FlexSlot: Moving Hadoop into the Cloud with Flexible Slot Management

SESSION: Cloud Computing II


TIME: 3:30PM - 4:00PM

SESSION CHAIR: Jennifer M. Schopf

AUTHOR(S):Yanfei Guo, Jia Rao, Changjun Jiang, Xiaobo Zhou



Load imbalance is a major source of overhead in Hadoop where the uneven distribution of input data among tasks can significantly delay job completion. Running Hadoop in a private cloud opens up opportunities for mitigating data skew with elastic resource allocation, where stragglers are expedited with more resources, yet introduces problems that often cancel out the performance gain: (1) performance interference from co-running jobs may create new stragglers; (2) there exists a semantic gap between Hadoop task management and resource pool based virtual cluster management preventing efficient resource usage.
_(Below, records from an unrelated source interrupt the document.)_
import { describe, expect, it } from 'vitest';
import { APPROACH_CYCLES, CHECK_CYCLES, MAX_CHECK_CYCLES, PLAIN_CHECK_CYCLES } from './steady.js';
import { EXTRAPOLATION_STATES } from '../periodic/index.js';

describe('simulateSteady run lengths', () => {
  it('the first run holds the states the extrapolation reads and a whole check window after the fast modes', () => {
    // EXTRAPOLATION_STATES boundary states need that many minus one cycles; the first two cycles
    // carry the fast tank modes of the start and are left out of the extrapolation.
    expect(APPROACH_CYCLES + 1 - EXTRAPOLATION_STATES).toBeGreaterThanOrEqual(2);
    expect(APPROACH_CYCLES).toBeGreaterThanOrEqual(CHECK_CYCLES);
  });

  it('every check window has two equal halves of whole cycles', () => {
    for (const c of [CHECK_CYCLES, 2 * CHECK_CYCLES, MAX_CHECK_CYCLES, PLAIN_CHECK_CYCLES]) expect(c % 2).toBe(0);
  });
});
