// The study orchestrator without an engine: runStudy driven by real ngspice output recorded earlier
// (shared/recorded/study/, written by tests/support/recordedEngine.ts). Re-record after a change
// to the deck or the steady-state loop: RECORD_STUDY=1 npx vitest run src/run/study.test.ts
// (needs the system ngspice), then commit shared/recorded/study/.
import { readFileSync } from 'node:fs';
import { beforeAll, describe, expect, it } from 'vitest';
import { runStudy, type StudyOutput } from './study.js';
import { makeDesign } from '../../tests/support/design.js';
import { sharedFile } from '../../tests/support/shared.js';
import { recordingEngine, replayEngine } from '../../tests/support/recordedEngine.js';

const DIR = sharedFile('recorded', 'study');
const FAIL_ID = 'timestep-abort';
// Worked-example tank (docs: shared/checks/worked-example.json) at 90 kHz, fn = 0.894, with real
// diode drops; three input voltages, fast accuracy so the recording stays small.
const design = makeDesign({
  rectifier: { forwardVoltage: 0.7, resistance: 0.01 },
  operating: { vin: [380, 400, 420] },
  simulation: { accuracy: 'fast', settleTolerance: 0.002 },
});
const IDS = ['v380_4ohm_f90k_nom', 'v400_4ohm_f90k_nom', 'v420_4ohm_f90k_nom'];

let plain: StudyOutput;
beforeAll(async () => {
  if (process.env['RECORD_STUDY']) {
    const rec = recordingEngine(DIR);
    await runStudy(design, { engine: rec });
    // a real ngspice failure, answered later in place of one corner
    await rec.run({ id: FAIL_ID, deck: readFileSync(sharedFile('raw', 'timestep-abort.cir'), 'latin1'), timeoutMs: 60_000 });
    rec.save();
    await rec.close();
  }
  plain = await runStudy(design, { engine: replayEngine(DIR) });
}, 600_000);

describe('runStudy on recorded ngspice output', () => {
  it('reports every corner in expansion order with the engine that produced the output', () => {
    expect(plain.results.corners.map((c) => c.id)).toEqual(IDS);
    expect(plain.results.engine).toEqual({ name: 'ngspice', version: expect.stringMatching(/^ngspice-\d+/) });
    expect(plain.results.incomplete).toBeUndefined();
    expect(plain.waveforms.map((w) => w.id)).toEqual(IDS);
  });

  it('every corner settles and its status follows statusOf from what was measured', () => {
    for (const c of plain.results.corners) {
      expect(c.sim).not.toBeNull();
      expect(c.sim!.settled).toBe(true);
      expect(c.status).toBe(c.divergences.length ? 'diverged' : 'ok');
    }
    const s = plain.results.summary;
    expect(s.corners).toBe(3);
    expect(s.ok + s.diverged).toBe(3);
    expect(s.failed + s.notSettled + s.predicted + s.unreachable).toBe(0);
  });

  it('measured gain sits where theory puts it below resonance: above FHA, within 1 % of the ideal model', () => {
    // docs/method.md#below-resonance: at fn = 0.894 the real gain exceeds FHA's (here by 1.4 %).
    // The ideal model (src/tdmodel) has the intervals FHA misses and the same drops, dead time and
    // on-resistance, but no parasitics or exponential diodes: agreement within 1 % (here 0.1 %).
    for (const c of plain.results.corners) {
      expect(c.fha.fn).toBeCloseTo(0.894113, 5);
      expect(c.sim!.gain).toBeGreaterThan(c.fha.gain!);
      expect(c.ideal).toBeTruthy();
      expect(Math.abs(c.sim!.gain / c.ideal!.gain - 1)).toBeLessThan(0.01);
    }
    // Vout scales with Vin at a fixed frequency (same gain), within the drop and loss share: 2 %
    const [a, , b] = plain.results.corners.map((c) => c.sim!.vout);
    expect(b! / a!).toBeGreaterThan((420 / 380) * 0.98);
    expect(b! / a!).toBeLessThan((420 / 380) * 1.02);
  });

  it('gives the same results with two corners at once (the pool keeps corner order)', async () => {
    const two = await runStudy(design, { engine: replayEngine(DIR), jobs: 2 });
    expect(two.results).toEqual(plain.results);
  });

  it('a failed corner keeps the simulator reason and the others go on', async () => {
    const engine = replayEngine(DIR, { [IDS[1]!]: FAIL_ID });
    const out = await runStudy(design, { engine });
    const [c1, c2, c3] = out.results.corners;
    expect(c2!.status).toBe('failed');
    expect(c2!.sim).toBeNull();
    expect(c2!.failure).toMatchObject({ kind: 'convergence', message: expect.stringMatching(/timestep too small/i) });
    // the retry ladder tried more than once before giving up
    expect(engine.jobs.filter((j) => j === IDS[1]).length).toBeGreaterThan(1);
    expect(c1).toEqual(plain.results.corners[0]);
    expect(c3).toEqual(plain.results.corners[2]);
    expect(out.results.summary.failed).toBe(1);
  });

  it('an interrupted study keeps finished corners, leaves the rest FHA-only and says so', async () => {
    const ac = new AbortController();
    const out = await runStudy(design, { engine: replayEngine(DIR), signal: ac.signal, onProgress: () => ac.abort() });
    expect(out.results.incomplete).toBe(true);
    expect(Object.keys(out.results).slice(0, 2)).toEqual(['schema', 'incomplete']);
    expect(out.results.corners[0]).toEqual(plain.results.corners[0]);
    expect(out.results.corners.slice(1).map((c) => [c.status, c.sim])).toEqual([['predicted', null], ['predicted', null]]);
  });
});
We present FlexSlot, a user-transparent task slot management scheme that automatically identifies map stragglers and resizes their slots accordingly to accelerate task execution. FlexSlot adaptively changes the number of slots on each virtual node to promote efficient usage of resource pool. Experimental results with representative benchmarks show that FlexSlot effectively reduces job completion time by 46% and achieves better resource utilization.

Chair/Author Details:

Jennifer M. Schopf (Chair) - Indiana University

Yanfei Guo - University of Colorado at Colorado Springs

Jia Rao - University of Colorado at Colorado Springs

Changjun Jiang - Tongji University

Xiaobo Zhou - University of Colorado at Colorado Springs